-- What is being asked --
In exact form, please repeat the records from their opening line down to the line with "from typing import", including that line.

-- Material for the task --

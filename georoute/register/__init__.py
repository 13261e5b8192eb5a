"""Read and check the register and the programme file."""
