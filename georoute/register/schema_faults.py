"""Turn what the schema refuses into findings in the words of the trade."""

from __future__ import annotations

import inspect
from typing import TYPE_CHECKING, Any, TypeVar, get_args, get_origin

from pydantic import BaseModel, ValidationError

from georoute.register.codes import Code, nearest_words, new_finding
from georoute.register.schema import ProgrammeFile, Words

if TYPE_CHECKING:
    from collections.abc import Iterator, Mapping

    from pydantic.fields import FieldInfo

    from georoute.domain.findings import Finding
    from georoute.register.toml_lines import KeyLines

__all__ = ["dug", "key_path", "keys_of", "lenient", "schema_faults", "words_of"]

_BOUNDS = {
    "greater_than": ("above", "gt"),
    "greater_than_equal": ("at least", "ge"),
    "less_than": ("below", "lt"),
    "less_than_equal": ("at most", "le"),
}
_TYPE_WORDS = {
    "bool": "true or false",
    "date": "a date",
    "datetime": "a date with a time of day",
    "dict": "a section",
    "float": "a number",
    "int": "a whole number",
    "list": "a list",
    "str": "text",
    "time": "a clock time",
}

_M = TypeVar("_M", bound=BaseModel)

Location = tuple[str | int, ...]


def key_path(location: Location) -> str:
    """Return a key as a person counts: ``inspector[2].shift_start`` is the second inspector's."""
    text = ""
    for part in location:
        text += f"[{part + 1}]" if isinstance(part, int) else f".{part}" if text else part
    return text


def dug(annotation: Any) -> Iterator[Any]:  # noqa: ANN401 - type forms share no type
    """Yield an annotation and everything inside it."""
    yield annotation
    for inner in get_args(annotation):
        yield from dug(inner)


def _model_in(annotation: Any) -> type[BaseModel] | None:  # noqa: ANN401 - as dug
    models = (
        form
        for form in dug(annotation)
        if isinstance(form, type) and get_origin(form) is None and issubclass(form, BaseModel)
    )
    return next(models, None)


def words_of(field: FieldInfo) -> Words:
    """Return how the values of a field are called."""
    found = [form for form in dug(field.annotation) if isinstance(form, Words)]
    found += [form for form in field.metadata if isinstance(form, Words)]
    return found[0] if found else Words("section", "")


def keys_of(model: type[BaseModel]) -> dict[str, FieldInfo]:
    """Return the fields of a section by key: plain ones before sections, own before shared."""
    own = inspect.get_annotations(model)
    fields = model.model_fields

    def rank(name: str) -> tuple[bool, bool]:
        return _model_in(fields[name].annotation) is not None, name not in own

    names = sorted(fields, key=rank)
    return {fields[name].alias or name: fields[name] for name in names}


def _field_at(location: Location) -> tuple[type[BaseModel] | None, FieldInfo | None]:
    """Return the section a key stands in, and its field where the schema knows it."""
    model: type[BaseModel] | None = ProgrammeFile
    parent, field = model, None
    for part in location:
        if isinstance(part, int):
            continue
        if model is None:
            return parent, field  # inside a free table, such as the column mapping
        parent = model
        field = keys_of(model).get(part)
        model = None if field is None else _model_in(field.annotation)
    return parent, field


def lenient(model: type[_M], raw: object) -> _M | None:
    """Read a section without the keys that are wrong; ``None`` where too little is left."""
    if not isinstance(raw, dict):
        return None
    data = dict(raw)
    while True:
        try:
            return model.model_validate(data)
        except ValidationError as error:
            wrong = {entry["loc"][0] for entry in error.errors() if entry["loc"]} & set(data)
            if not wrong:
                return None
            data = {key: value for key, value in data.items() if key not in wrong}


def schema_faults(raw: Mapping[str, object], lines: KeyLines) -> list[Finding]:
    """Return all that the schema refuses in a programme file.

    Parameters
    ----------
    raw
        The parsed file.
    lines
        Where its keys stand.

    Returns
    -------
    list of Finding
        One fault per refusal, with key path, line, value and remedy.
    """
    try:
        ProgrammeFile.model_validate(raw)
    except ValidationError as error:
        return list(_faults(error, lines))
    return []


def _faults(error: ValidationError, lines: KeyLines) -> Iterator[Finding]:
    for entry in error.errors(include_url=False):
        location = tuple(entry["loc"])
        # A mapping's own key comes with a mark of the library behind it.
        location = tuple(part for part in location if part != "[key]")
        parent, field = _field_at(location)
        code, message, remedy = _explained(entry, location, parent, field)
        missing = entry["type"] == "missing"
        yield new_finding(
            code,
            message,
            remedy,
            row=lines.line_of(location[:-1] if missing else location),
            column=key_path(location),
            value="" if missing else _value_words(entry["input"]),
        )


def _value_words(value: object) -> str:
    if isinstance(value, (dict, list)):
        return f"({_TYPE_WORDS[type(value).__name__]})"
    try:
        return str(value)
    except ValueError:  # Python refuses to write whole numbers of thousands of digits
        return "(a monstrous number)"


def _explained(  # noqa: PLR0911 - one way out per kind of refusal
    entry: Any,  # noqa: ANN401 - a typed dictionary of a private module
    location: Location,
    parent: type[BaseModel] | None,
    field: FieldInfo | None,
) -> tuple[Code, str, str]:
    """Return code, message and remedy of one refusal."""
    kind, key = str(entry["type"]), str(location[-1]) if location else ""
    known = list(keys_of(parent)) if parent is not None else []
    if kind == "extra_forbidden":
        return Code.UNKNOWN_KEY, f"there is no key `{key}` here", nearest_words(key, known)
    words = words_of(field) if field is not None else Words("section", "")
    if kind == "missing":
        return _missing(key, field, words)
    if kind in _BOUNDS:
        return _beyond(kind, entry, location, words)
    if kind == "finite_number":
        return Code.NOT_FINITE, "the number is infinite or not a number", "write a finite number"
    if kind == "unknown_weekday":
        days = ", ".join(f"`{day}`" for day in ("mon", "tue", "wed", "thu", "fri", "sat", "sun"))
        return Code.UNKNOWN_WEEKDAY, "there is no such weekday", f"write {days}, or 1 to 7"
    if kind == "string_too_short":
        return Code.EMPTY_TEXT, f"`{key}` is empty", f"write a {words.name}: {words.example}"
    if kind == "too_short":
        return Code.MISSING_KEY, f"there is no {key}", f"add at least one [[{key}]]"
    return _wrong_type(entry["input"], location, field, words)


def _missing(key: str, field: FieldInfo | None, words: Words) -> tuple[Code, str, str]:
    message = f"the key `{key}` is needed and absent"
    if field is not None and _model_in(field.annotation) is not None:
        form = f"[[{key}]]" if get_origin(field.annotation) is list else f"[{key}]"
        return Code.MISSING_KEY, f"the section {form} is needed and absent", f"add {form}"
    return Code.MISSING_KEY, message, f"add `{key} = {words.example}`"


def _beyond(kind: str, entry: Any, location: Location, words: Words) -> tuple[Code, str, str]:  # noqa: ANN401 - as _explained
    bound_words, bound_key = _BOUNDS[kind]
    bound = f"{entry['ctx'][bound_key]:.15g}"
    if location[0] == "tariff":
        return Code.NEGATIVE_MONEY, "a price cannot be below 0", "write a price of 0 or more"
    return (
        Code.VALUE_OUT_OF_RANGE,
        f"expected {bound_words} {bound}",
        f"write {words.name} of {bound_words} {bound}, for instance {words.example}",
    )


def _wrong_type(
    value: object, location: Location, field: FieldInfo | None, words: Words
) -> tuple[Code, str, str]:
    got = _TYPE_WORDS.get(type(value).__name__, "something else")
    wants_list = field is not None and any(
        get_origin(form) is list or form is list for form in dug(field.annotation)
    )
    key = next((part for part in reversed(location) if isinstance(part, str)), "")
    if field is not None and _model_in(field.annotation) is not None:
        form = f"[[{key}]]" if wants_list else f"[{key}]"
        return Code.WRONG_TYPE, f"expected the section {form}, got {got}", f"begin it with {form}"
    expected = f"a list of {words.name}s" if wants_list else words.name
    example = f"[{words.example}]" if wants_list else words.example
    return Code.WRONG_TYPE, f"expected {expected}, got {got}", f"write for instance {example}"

-- Task output --
filename georoute/register/__init__.py
repository 13261e5b8192eb5a
"""Read and check the register and the programme file."""
filename georoute/register/schema_faults.py
"""Turn what the schema refuses into findings in the words of the trade."""

from __future__ import annotations

import inspect
from typing import TYPE_CHECKING, Any, TypeVar, get_args, get_origin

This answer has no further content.